Go through the records line by line and work out how many lines hold the word "findByPk". Answer with the number only.

(Collected data)
*** Block opens ***

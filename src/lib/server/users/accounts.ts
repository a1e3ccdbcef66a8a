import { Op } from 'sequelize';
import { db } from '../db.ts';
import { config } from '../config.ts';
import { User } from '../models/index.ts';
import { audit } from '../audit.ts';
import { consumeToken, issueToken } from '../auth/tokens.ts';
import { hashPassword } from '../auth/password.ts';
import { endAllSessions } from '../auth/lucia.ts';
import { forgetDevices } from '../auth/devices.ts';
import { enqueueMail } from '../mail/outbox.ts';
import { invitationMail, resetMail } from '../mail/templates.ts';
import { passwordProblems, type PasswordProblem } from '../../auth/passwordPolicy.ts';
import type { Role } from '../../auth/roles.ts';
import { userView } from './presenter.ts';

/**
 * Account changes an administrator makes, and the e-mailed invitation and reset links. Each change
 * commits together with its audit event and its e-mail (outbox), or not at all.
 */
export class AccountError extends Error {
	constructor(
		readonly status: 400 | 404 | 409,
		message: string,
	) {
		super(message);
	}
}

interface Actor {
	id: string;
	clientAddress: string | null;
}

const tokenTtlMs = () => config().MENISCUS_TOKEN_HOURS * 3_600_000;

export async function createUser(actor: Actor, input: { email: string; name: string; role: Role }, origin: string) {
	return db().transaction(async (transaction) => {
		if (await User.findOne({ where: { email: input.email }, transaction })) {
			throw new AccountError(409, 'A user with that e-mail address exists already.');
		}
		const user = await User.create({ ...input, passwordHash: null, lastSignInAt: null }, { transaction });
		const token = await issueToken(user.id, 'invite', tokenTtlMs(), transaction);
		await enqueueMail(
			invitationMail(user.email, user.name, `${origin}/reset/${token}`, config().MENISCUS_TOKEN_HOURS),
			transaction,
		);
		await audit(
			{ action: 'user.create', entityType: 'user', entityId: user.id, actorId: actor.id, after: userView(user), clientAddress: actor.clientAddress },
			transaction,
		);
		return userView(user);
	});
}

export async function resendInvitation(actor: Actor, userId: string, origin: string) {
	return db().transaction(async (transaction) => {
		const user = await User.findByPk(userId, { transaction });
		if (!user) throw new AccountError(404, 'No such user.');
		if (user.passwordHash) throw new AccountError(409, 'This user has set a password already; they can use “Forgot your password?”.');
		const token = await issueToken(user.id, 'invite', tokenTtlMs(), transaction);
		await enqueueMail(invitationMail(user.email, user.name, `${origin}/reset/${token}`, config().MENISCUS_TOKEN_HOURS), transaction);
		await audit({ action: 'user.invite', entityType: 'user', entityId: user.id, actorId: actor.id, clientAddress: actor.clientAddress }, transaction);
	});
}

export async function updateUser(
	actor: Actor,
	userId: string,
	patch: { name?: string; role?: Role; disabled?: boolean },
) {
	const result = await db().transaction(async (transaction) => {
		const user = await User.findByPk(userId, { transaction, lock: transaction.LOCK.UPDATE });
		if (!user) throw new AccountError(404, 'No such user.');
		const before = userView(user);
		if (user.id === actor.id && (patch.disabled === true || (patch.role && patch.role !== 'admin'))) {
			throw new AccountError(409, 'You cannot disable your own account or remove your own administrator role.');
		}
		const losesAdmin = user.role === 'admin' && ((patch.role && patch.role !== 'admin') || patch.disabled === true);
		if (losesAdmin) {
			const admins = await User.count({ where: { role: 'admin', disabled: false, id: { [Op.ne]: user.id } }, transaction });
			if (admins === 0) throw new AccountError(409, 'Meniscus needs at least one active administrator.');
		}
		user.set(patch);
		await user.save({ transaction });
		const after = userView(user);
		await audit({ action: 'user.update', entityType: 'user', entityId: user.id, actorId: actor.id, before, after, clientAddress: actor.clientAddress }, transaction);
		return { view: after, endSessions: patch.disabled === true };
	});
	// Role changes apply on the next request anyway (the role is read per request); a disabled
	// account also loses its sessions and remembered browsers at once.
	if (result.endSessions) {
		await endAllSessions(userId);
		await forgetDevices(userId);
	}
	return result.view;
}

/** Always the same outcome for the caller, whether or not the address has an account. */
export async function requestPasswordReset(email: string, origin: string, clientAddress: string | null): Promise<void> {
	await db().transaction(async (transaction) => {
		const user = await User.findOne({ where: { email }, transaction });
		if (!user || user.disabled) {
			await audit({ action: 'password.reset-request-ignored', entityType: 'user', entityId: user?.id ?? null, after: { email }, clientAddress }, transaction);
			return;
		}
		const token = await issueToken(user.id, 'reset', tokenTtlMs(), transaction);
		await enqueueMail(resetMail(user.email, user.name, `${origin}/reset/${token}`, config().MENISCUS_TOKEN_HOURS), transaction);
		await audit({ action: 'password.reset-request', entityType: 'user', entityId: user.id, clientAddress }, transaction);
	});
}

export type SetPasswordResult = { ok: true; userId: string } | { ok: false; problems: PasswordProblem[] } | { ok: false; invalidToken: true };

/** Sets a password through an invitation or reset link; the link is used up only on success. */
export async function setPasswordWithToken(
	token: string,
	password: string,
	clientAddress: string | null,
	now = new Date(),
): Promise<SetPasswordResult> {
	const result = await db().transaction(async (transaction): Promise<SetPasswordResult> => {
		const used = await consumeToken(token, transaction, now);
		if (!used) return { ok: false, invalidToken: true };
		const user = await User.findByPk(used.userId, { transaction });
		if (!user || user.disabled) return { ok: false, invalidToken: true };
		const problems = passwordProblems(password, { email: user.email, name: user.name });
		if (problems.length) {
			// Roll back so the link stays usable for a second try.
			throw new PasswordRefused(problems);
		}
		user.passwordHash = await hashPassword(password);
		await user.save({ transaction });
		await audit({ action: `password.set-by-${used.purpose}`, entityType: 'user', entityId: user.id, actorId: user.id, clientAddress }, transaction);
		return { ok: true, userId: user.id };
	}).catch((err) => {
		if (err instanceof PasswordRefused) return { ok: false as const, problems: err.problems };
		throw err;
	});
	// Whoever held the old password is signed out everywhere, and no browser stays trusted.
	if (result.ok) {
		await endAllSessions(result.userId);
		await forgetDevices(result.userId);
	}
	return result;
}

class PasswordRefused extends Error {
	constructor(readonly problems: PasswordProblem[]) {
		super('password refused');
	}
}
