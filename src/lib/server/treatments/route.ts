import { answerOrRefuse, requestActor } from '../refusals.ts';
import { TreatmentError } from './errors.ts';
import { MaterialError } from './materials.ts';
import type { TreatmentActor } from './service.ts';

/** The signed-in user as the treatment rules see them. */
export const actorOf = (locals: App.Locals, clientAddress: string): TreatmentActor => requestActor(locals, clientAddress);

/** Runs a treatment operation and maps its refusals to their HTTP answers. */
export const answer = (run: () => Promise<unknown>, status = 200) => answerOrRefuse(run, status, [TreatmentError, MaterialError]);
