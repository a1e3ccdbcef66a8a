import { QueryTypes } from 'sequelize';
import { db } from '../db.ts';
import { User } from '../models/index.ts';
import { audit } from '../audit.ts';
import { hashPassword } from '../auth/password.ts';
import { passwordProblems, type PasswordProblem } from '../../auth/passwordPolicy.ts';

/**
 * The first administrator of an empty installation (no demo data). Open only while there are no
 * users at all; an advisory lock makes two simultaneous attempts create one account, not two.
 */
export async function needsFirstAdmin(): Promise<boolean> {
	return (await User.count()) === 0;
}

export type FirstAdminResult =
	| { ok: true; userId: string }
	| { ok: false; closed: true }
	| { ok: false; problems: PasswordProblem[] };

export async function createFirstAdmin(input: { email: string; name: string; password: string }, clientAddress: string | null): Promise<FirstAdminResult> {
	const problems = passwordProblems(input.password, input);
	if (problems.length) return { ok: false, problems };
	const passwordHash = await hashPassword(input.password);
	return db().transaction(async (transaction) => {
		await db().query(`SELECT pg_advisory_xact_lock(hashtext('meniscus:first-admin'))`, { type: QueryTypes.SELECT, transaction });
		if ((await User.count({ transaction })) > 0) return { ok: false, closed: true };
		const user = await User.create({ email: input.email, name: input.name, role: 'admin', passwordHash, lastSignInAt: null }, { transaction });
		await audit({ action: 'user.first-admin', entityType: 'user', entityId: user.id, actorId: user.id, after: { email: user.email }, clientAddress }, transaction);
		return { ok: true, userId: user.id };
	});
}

*** Block closes ***

__REPLY__
3